NASA satellite of the Explorer program

The Cosmic Background Explorer (COBE /ˈkoʊbi/ KOH-bee), also referred to as Explorer 66, was a NASA satellite dedicated to cosmology, which operated from 1989 to 1993. Its goals were to investigate the cosmic microwave background radiation (CMB or CMBR) of the universe and provide measurements that would help shape the understanding of the cosmos.

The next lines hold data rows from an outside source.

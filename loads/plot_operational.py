"""The operational envelopes on a plot: what an operator's margins leave, as dotted outlines.

A certified envelope is a line or a line of dashes; an operational one is a row of round dots, so that the two
are told apart without colour. It draws and decides nothing.
"""

from collections.abc import Iterator, Sequence
from dataclasses import dataclass
from fractions import Fraction
from itertools import pairwise

from fleet.basis import Envelope
from fleet.curtailment import CurtailedShape, Curtailment, holding
from fleet.envelope import Stretch, Trapezoid
from fleet.polygon import Slabs
from loads.plot_scale import Scale
from loads.svg import element, short

STEPS = 6  # straight pieces to a side between two corners: a moment moves an edge along a curve
Line = tuple[tuple[float, float], ...]  # (arm or moment, weight)


@dataclass(frozen=True, slots=True)
class Outline:
    """What is left of an envelope at some of its phases: its name, and the lines around it."""

    name: str
    lines: tuple[Line, ...]

    @property
    def far(self) -> tuple[float, float]:
        """The point farthest aft or right, of such the heaviest."""
        return max(point for line in self.lines for point in line)


def operational(envelopes: Sequence[Envelope], curtailments: Sequence[Curtailment]) -> list[Outline]:
    """This function will return the outlines of these envelopes; of phases with the same margins one."""
    found = []
    for envelope in envelopes:
        phases: dict[tuple[str, ...], list[str]] = {}
        held: dict[tuple[str, ...], tuple[Curtailment, ...]] = {}
        for phase in envelope.phases:
            here = holding(curtailments, phase, envelope.axis)
            if here:
                key = tuple(each.id for each in here)
                phases.setdefault(key, []).append(phase)
                held[key] = here
        for key, words in phases.items():
            shape = CurtailedShape(envelope.shape, held[key], envelope.axis)
            lines = tuple(_lines(shape.slabs, in_moment=envelope.plane == "moment"))
            if lines:
                found.append(Outline(f"{envelope.id} operational: {', '.join(words)}", lines))
    return found


def drawn_outline(outline: Outline, x: Scale, y: Scale) -> str:
    """This function will return an outline as one SVG path of round dots."""
    way = " ".join(
        "M" + " L".join(f"{short(x.at(across))} {short(y.at(up))}" for across, up in line)
        for line in outline.lines
    )
    return element(
        "path", d=way, fill="none", stroke="#000", stroke_width=1.7, stroke_linecap="round",
        stroke_dasharray="0.1 3.6",
    )  # fmt: skip


def _lines(slabs: Slabs, *, in_moment: bool) -> Iterator[Line]:
    """Yield the sides of all pieces, and the level lines between what lies below and above a level."""
    levels = [Fraction(level, slabs.scale) for level in slabs.levels]
    ends: list[tuple[list[Stretch], list[Stretch]]] = [([], []) for _ in levels]  # below, above
    for number, ((low, high), pieces) in enumerate(zip(pairwise(levels), slabs.trapezoids, strict=True)):
        for piece in pieces:
            weights = [low + (high - low) * step / STEPS for step in range(STEPS + 1)]
            rows = [(weight, _arms(piece, weight)) for weight in weights]
            kept = [(weight, arms) for weight, arms in rows if arms[0] <= arms[1]]
            for side in (0, 1):
                yield tuple(_placed(arms[side], weight, in_moment=in_moment) for weight, arms in kept)
            if kept and kept[0][0] == low:
                ends[number][1].append(kept[0][1])
            if kept and kept[-1][0] == high:
                ends[number + 1][0].append(kept[-1][1])
    for level, (below, above) in zip(levels, ends, strict=True):
        for low, high in _of_one_alone(below, above):
            yield tuple(_placed(arm, level, in_moment=in_moment) for arm in (low, high))


def _arms(piece: Trapezoid, weight: Fraction) -> Stretch:
    p, a, b, c, p2, a2, b2, c2 = piece
    return -(a / weight + b + c * weight) / p, -(a2 / weight + b2 + c2 * weight) / p2


def _of_one_alone(below: list[Stretch], above: list[Stretch]) -> Iterator[Stretch]:
    """Yield what lies in one of two rows of stretches and not in the other."""
    marks = sorted({end for stretch in (*below, *above) for end in stretch})
    for low, high in pairwise(marks):
        held = [any(start <= low and high <= end for start, end in row) for row in (below, above)]
        if held[0] != held[1]:
            yield low, high


def _placed(arm: Fraction, weight: Fraction, *, in_moment: bool) -> tuple[float, float]:
    return float(arm * weight if in_moment else arm), float(weight)
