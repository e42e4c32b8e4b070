"""A load document without a loading basis: each spoiled in one place, and what is told, word for word."""

from typing import Any

import pytest

from loads.balance.shape import check_shape
from records.refusal import Invalid
from tests.pure.loads.making import load

GONE = object()
LB, NO_LB = {"value": 100, "unit": "lb"}, {"value": 0, "unit": "lb"}
INCHES = {"value": 1, "unit": "in"}
C0, P0, I0, L0, INFANT = "/crew/0", "/passengers/0", "/items/0", "/limits/0", "/passengers/1/lap_infant"
MISSING = "this field is needed and nothing is assumed; state it"
NO_ZERO = "zero makes no sense here; write the true figure, or leave the line out"
HOW = "not one of the words used here; write weighed or declared or standard or estimated"
A_FLAG = "true or false is needed here, without quotes"
A_TEXT = "a text is needed here; write it in quotes"
AN_OBJECT = "an object is needed here; write {...} with named fields"
A_LIST = "a list is needed here; write [...], empty if there is nothing"
FUEL_UNIT = "in is no unit of weight or volume; use one of kg, lb, l, US gal, imp gal"
TANKS = "an object of at most 100 tanks is needed here"


def no_field(*fields: str) -> str:
    return f"no such field here; the fields are {', '.join(fields)}"


def longer_than(most: int) -> str:
    return f"{most + 1} characters; at most {most} are kept, so shorten it"


def more_than(most: int) -> str:
    return f"{most + 1} lines; at most {most} are read, so put lines together"


def tanks(number: int) -> dict[str, Any]:
    return {f"TANK-{each}": LB for each in range(number)}


# where it is written, what is written, the field that is named, what is said of it
ROWS: list[tuple[str, Any, str, str]] = [
    (
        "/colour",
        "blue",
        "/colour",
        no_field(
            *("schema", "aircraft", "configuration", "flight", "persons_on_board", "crew", "passengers"),
            *("items", "fuel", "limits", "certification_category", "conditions", "seat_settings", "sequence"),
        ),
    ),
    ("/schema", "load/2", "/schema", "not one of the words used here; write tarebook.load/1"),
    ("/persons_on_board", 0, "/persons_on_board", "out of range; write a number from 1 to 1000"),
    ("/persons_on_board", 1001, "/persons_on_board", "out of range; write a number from 1 to 1000"),
    ("/persons_on_board", GONE, "/persons_on_board", MISSING),
    ("/certification_category", "C" * 65, "/certification_category", longer_than(64)),
    ("/conditions", 7, "/conditions", "a list is needed here; write [...], or leave it out"),
    (
        "/seat_settings",
        [{"setting": "fully aft"}],
        "/seat_settings/0/seat",
        "a line is for one seat or for one row; state one of the two",
    ),
    ("/sequence", 7, "/sequence", A_LIST),
    # crew
    ("/crew", [{}] * 61, "/crew", more_than(60)),
    (
        f"{C0}/colour",
        1,
        f"{C0}/colour",
        no_field("name", "position", "seat", "how", "person", "category", "weight"),
    ),
    (f"{C0}/how", GONE, f"{C0}/how", MISSING),
    (f"{C0}/how", "guessed", f"{C0}/how", HOW),
    (f"{C0}/name", 7, f"{C0}/name", A_TEXT),
    (f"{C0}/name", "N" * 121, f"{C0}/name", longer_than(120)),
    (f"{C0}/seat", "S" * 65, f"{C0}/seat", longer_than(64)),
    (f"{C0}/category", "C" * 65, f"{C0}/category", longer_than(64)),
    (f"{C0}/weight", NO_LB, f"{C0}/weight/value", NO_ZERO),
    (f"{C0}/position", "P" * 121, f"{C0}/position", longer_than(120)),
    (f"{C0}/person", "P" * 65, f"{C0}/person", longer_than(64)),
    # passengers
    ("/passengers", [{}] * 901, "/passengers", more_than(900)),
    (
        f"{P0}/colour",
        1,
        f"{P0}/colour",
        no_field("name", "seat", "how", "category", "weight", "lap_infant", "restraint"),
    ),
    (f"{P0}/seat", GONE, f"{P0}/seat", MISSING),
    (f"{P0}/name", 7, f"{P0}/name", A_TEXT),
    (f"{P0}/restraint", NO_LB, f"{P0}/restraint/value", NO_ZERO),
    (INFANT, [], INFANT, AN_OBJECT),
    (f"{INFANT}/colour", 1, f"{INFANT}/colour", no_field("name", "weight", "how")),
    (f"{INFANT}/name", GONE, f"{INFANT}/name", MISSING),
    (f"{INFANT}/name", "N" * 121, f"{INFANT}/name", longer_than(120)),
    (f"{INFANT}/how", "guessed", f"{INFANT}/how", HOW),
    (f"{INFANT}/weight", NO_LB, f"{INFANT}/weight/value", NO_ZERO),
    # items
    ("/items", [{}] * 401, "/items", more_than(400)),
    (
        f"{I0}/colour",
        1,
        f"{I0}/colour",
        no_field(
            *("kind", "what", "place", "how", "weight", "removed", "jettisonable"),
            *("footprint", "pallet", "net", "spreader"),
        ),
    ),
    (f"{I0}/how", GONE, f"{I0}/how", MISSING),
    (f"{I0}/how", "guessed", f"{I0}/how", HOW),
    (
        f"{I0}/kind",
        "fish",
        f"{I0}/kind",
        "not one of the words used here; write baggage or cargo or ballast or equipment or consumable",
    ),
    (f"{I0}/what", "W" * 121, f"{I0}/what", longer_than(120)),
    (f"{I0}/place", "P" * 65, f"{I0}/place", longer_than(64)),
    (f"{I0}/removed", "yes", f"{I0}/removed", A_FLAG),
    (f"{I0}/jettisonable", 1, f"{I0}/jettisonable", A_FLAG),
    (f"{I0}/footprint", 7, f"{I0}/footprint", AN_OBJECT),
    (f"{I0}/weight", NO_LB, f"{I0}/weight/value", NO_ZERO),
    # limits of the flight
    ("/limits", [{}] * 21, "/limits", more_than(20)),
    (f"{L0}/colour", 1, f"{L0}/colour", no_field("at", "weight", "source", "kind")),
    (f"{L0}/source", GONE, f"{L0}/source", MISSING),
    (f"{L0}/source", "S" * 201, f"{L0}/source", longer_than(200)),
    (f"{L0}/at", "ramp", f"{L0}/at", "not one of the words used here; write take-off or landing"),
    (f"{L0}/weight", NO_LB, f"{L0}/weight/value", NO_ZERO),
    (
        f"{L0}/kind",
        "weather",
        f"{L0}/kind",
        "not one of the words used here; "
        "write field length or climb or obstacles or en-route or brakes or tyres",
    ),
    # fuel
    ("/fuel", 7, "/fuel", AN_OBJECT),
    (
        "/fuel/colour",
        1,
        "/fuel/colour",
        no_field("density", "at_engine_start", "taxi", "trip", "minimum_at_landing", "not_usable"),
    ),
    ("/fuel/taxi", GONE, "/fuel/taxi", MISSING),
    ("/fuel/density", {"value": 0, "unit": "kg/l"}, "/fuel/density/value", NO_ZERO),
    (
        "/fuel/density/colour",
        1,
        "/fuel/density/colour",
        "not a field of a quantity; remove it",
    ),
    ("/fuel/taxi", INCHES, "/fuel/taxi/unit", FUEL_UNIT),
    ("/fuel/trip", INCHES, "/fuel/trip/unit", FUEL_UNIT),
    ("/fuel/minimum_at_landing", INCHES, "/fuel/minimum_at_landing/unit", FUEL_UNIT),
    ("/fuel/at_engine_start", 7, "/fuel/at_engine_start", TANKS),
    ("/fuel/at_engine_start", tanks(101), "/fuel/at_engine_start", TANKS),
    ("/fuel/at_engine_start", {"A": INCHES}, "/fuel/at_engine_start/A/unit", FUEL_UNIT),
    ("/fuel/not_usable", [], "/fuel/not_usable", TANKS),
    ("/fuel/not_usable", tanks(101), "/fuel/not_usable", TANKS),
    (
        "/fuel/not_usable",
        {"A/B": {"value": -1, "unit": "l"}},
        "/fuel/not_usable/A~1B/value",
        "below zero; write a positive figure",
    ),
]


def document() -> dict[str, Any]:
    """A sound document that has nearly everything a load may have."""
    made = load(
        certification_category="normal",
        conditions=["night"],
        seat_settings=[{"setting": "fully aft", "seat": "ROW1-L"}],
    )
    made["crew"][0]["category"] = "adult"
    made["passengers"][0]["restraint"] = LB
    made["items"][0] |= {"removed": False, "jettisonable": True}
    made["limits"][0]["kind"] = "climb"
    return made


def written(where: str, what: Any) -> dict[str, Any]:
    made = document()
    node: Any = made
    *steps, last = where[1:].split("/")
    for step in steps:
        node = node[int(step)] if isinstance(node, list) else node[step]
    if what is GONE:
        del node[last]
    else:
        node[last] = what
    return made


@pytest.mark.parametrize(("where", "what", "pointer", "detail"), ROWS, ids=[f"{r[0]} {r[2]}" for r in ROWS])
def test_one_spoiled_field_is_named_with_what_is_wrong(
    where: str, what: Any, pointer: str, detail: str
) -> None:
    with pytest.raises(Invalid) as refused:
        check_shape(written(where, what))

    assert [(fault.pointer, fault.detail) for fault in refused.value.faults] == [(pointer, detail)]


@pytest.mark.parametrize(
    ("where", "what"),
    [
        ("/persons_on_board", 1),
        ("/persons_on_board", 1000),
        ("/fuel/at_engine_start", tanks(100)),
        ("/fuel/at_engine_start", {"A": {"value": 0, "unit": "l"}}),
        ("/fuel/not_usable", {"A": NO_LB}),
        ("/fuel/not_usable", GONE),
        ("/fuel/taxi", NO_LB),
        ("/fuel/trip", NO_LB),
        ("/fuel/minimum_at_landing", NO_LB),
        ("/certification_category", GONE),
        ("/crew", []),
        ("/limits", GONE),
        (f"{P0}/category", "C" * 64),
    ],
)
def test_what_only_a_basis_could_refuse_is_taken(where: str, what: Any) -> None:
    check_shape(written(where, what))


def test_a_sound_document_is_taken_and_something_that_is_none_is_refused() -> None:
    check_shape(document())

    with pytest.raises(Invalid) as refused:
        check_shape([])
    assert [(fault.pointer, fault.detail) for fault in refused.value.faults] == [("", AN_OBJECT)]


def test_both_lists_of_tanks_are_looked_at_whatever_is_wrong_with_the_first() -> None:
    made = document()
    made["fuel"] |= {"at_engine_start": [], "not_usable": {"A": INCHES}}
    with pytest.raises(Invalid) as refused:
        check_shape(made)

    assert [(fault.pointer, fault.code) for fault in refused.value.faults] == [
        ("/fuel/at_engine_start", "object-form"),
        ("/fuel/not_usable/A/unit", "unit-dimension"),
    ]
    del made["fuel"]["at_engine_start"]
    with pytest.raises(Invalid) as refused:
        check_shape(made)

    assert [(fault.pointer, fault.code) for fault in refused.value.faults] == [
        ("/fuel/at_engine_start", "missing"),
        ("/fuel/not_usable/A/unit", "unit-dimension"),
    ]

COBE's measurements provided two key pieces of evidence that supported the Big Bang theory of the universe: that the CMB has a near-perfect black-body spectrum, and that it has very faint anisotropies. Two of COBE's principal investigators, George F. Smoot III and John C. Mather, received the Nobel Prize in Physics in 2006 for their work on the project. According to the Nobel Prize committee, "the COBE project can also be regarded as the starting point for cosmology as a precision science".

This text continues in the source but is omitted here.